History shows, however, that the most influential boot makers
in Kansas and Texas pre-1900 were primarily of German or British
descent. (The Italian shoe- and boot-making influences of Tony
Lama and the Lucchese family and others were felt after the turn
of the century.)
Although bootmakers were present throughout the Great Plains then,
it does not diminish the influence of Charles Hyer of Hyer Brothers
Boots in Olathe, Kansas, and "Big Daddy Joe" Justin
of Justin Boots in Spanish Fort, Texas as the leading bootmakers.
There was no other footwear in the 1890s and early 1900s that
could have provided as much protection and practical application
as the tall-top, high-heeled cowboy boot. This boot provided year-round
protection from mud, snow, gravel, brush, thorn, and horn, allowing
the cowboy to always keep one thickness between his pants and
his leg. Changes and improvements, for fashion or utility, were
always being made. Heels went from low to high, to low, and back
to high again. Toes were varying widths in square and round shapes.
Some soles were thick, while others were thin, and the tops were
either plain or decorated with coloured leather and stitching.
These changes were made to satisfy the individual's fashion, a
bootmaker's choice, or to improve safety and efficiency.

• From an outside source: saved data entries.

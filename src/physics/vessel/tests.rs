use super::{LipPosition, Vessel, VesselFault};
use crate::physics::quantity::DEGREE;
use proptest::prelude::*;

fn jug() -> Vessel {
    let profile =
        [[0.0, 0.046], [0.01, 0.050], [0.05, 0.0565], [0.09, 0.0565], [0.13, 0.0505], [0.152, 0.050]];
    Vessel::revolved(&profile).unwrap().with_lip(LipPosition { radius: 0.072, height: 0.152 }).unwrap()
}

fn vessels() -> impl Strategy<Value = Vessel> {
    let size = || 0.01..0.5_f64;
    let body = prop_oneof![
        (size(), size()).prop_map(|(d, h)| Vessel::cylinder(d, h).unwrap()),
        (size(), 0.0..0.5_f64, size()).prop_map(|(t, b, h)| Vessel::cone(t, b, h).unwrap()),
        (size(), size(), size()).prop_map(|(l, w, h)| Vessel::cuboid(l, w, h).unwrap()),
        proptest::collection::vec((0.0..0.1_f64, 0.001..0.1_f64), 2..8).prop_map(|steps| {
            let mut height = -steps[0].0;
            let mut profile: Vec<[f64; 2]> = Vec::new();
            for (rise, radius) in steps {
                height += if profile.is_empty() { rise } else { rise + 1e-3 };
                profile.push([height, radius]);
            }
            Vessel::revolved(&profile).unwrap()
        }),
    ];
    (body, 0.0..0.1_f64, 0.0..0.05_f64).prop_map(|(vessel, out, up)| {
        let brim = vessel.lip();
        vessel.with_lip(LipPosition { radius: brim.radius + out, height: brim.height + up }).unwrap()
    })
}

#[test]
fn slopes_of_the_volume_are_the_surface_and_its_moment() {
    let vessel = jug();
    let (tilt, head, e) = (40.0 * DEGREE, 0.004, 1e-5);
    let cut = vessel.cut(tilt, head);
    let by_head = (vessel.cut(tilt, head + e).volume - vessel.cut(tilt, head - e).volume) / (2.0 * e);
    let by_tilt = (vessel.cut(tilt + e, head).volume - vessel.cut(tilt - e, head).volume) / (2.0 * e);
    assert!((by_head / cut.surface - 1.0).abs() < 1e-6, "{by_head} {cut:?}");
    assert!((by_tilt / -cut.moment - 1.0).abs() < 1e-6, "{by_tilt} {cut:?}");
}

#[test]
fn a_step_in_the_profile_is_a_flat_ring() {
    let stepped = Vessel::revolved(&[[0.0, 0.03], [0.05, 0.03], [0.05, 0.05], [0.1, 0.05]]).unwrap();
    let parts = core::f64::consts::PI * (0.03 * 0.03 * 0.05 + 0.05 * 0.05 * 0.05);
    assert!((stepped.capacity() / parts - 1.0).abs() < 1e-14);
    assert_eq!(stepped.half_width_at(0.05), 0.05);
}

#[test]
fn profiles_that_are_no_vessel() {
    let fault = |profile: &[[f64; 2]]| Vessel::revolved(profile).unwrap_err();
    assert_eq!(fault(&[[0.0, 0.05]]), VesselFault::TooFewPoints);
    assert_eq!(fault(&[[0.01, 0.05], [0.1, 0.05]]), VesselFault::NotAtBase);
    assert_eq!(fault(&[[0.0, 0.05], [0.1, 0.05], [0.05, 0.06]]), VesselFault::Backwards { index: 2 });
    assert_eq!(
        fault(&[[0.0, 0.05], [0.1, 0.05], [0.1, 0.06], [0.1, 0.04]]),
        VesselFault::CrossesItself { index: 3 }
    );
    assert_eq!(fault(&[[0.0, 0.05], [0.1, 0.05], [0.1, 0.05]]), VesselFault::CrossesItself { index: 2 });
    assert_eq!(fault(&[[0.0, 0.05], [0.1, 0.0]]), VesselFault::Closed { index: 1 });
    assert!(matches!(
        Vessel::cylinder(0.1, 0.2).unwrap().with_lip(LipPosition { radius: 0.02, height: 0.1 }),
        Err(VesselFault::LipInside { wall }) if wall == 0.05
    ));
}

#[test]
fn the_outline_holds_the_liquid_of_a_box() {
    let vessel = Vessel::cuboid(0.1, 0.07, 0.2).unwrap();
    for degrees in [0.0, 20.0, 70.0] {
        let tilt = degrees * DEGREE;
        let (head, _) = vessel.head(tilt, 3e-4, 0.0);
        let polygon = vessel.outline(tilt, head).liquid;
        let twice: f64 = (0..polygon.len())
            .map(|i| {
                let (a, b) = (polygon[i], polygon[(i + 1) % polygon.len()]);
                a[0] * b[1] - b[0] * a[1]
            })
            .sum();
        assert!((0.5 * twice.abs() * 0.07 / 3e-4 - 1.0).abs() < 1e-9, "{degrees}");
    }
}

/// Deep liquid in a cylinder of 94 mm: k = 39 m⁻¹, so 2π/√(9.81 · 39.2) = 0.32 s.
#[test]
fn a_jug_sloshes_three_times_a_second() {
    let period = Vessel::cylinder(0.094, 0.2).unwrap().slosh_period(1e-3);
    assert!((period - 0.3206).abs() < 1e-3, "{period}");
}

proptest! {
    #[test]
    fn the_head_holds_the_volume(vessel in vessels(), tilt in 0.0..core::f64::consts::PI, share in 0.001..0.999_f64, guess in -0.2..0.2_f64) {
        let volume = share * vessel.capacity();
        let (head, _) = vessel.head(tilt, volume, guess);
        let back = vessel.cut(tilt, head);
        prop_assert!(back.surface >= 0.0 && back.volume.is_finite() && back.moment.is_finite());
        prop_assert!((back.volume / volume - 1.0).abs() < 1e-7, "{} {}", back.volume, volume);
    }

    #[test]
    fn the_volume_grows_with_the_head_by_the_surface(vessel in vessels(), tilt in 0.0..core::f64::consts::PI, share in 0.02..0.98_f64) {
        let (head, _) = vessel.head(tilt, share * vessel.capacity(), 0.0);
        let step = 1e-6;
        let (below, here, above) = (vessel.cut(tilt, head - step), vessel.cut(tilt, head), vessel.cut(tilt, head + step));
        let slope = (above.volume - below.volume) / (2.0 * step);
        let low = below.surface.min(above.surface).min(here.surface);
        let high = below.surface.max(above.surface).max(here.surface);
        let slack = 1e-4 * high + 1e-9;
        prop_assert!(slope >= low - slack && slope <= high + slack, "{slope} {low} {high}");
    }

    #[test]
    fn no_plane_holds_more_than_the_vessel(vessel in vessels(), tilt in 0.0..core::f64::consts::PI, head in -1.0..1.0_f64) {
        let cut = vessel.cut(tilt, head);
        let capacity = vessel.capacity();
        prop_assert!(cut.volume >= -1e-9 * capacity && cut.volume <= capacity * (1.0 + 1e-9), "{cut:?} {capacity}");
    }
}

The result,
given personal preference, was a perfect tool for the feet used
in a very special way.
The Hyer Boot Company holds a proud place in Kansas history and
is regarded among those who pioneered bootmaking and marketing.
The company was founded in the1880s by brothers Charles and Edward
Hyer who learnt from their father, William, a German immigrant.
In 1872 Charles found work at the Olathe School for the Deaf teaching
shoe and harness making. He opened a small cobbling shop on the
side and hired his brother Edward to help him run it.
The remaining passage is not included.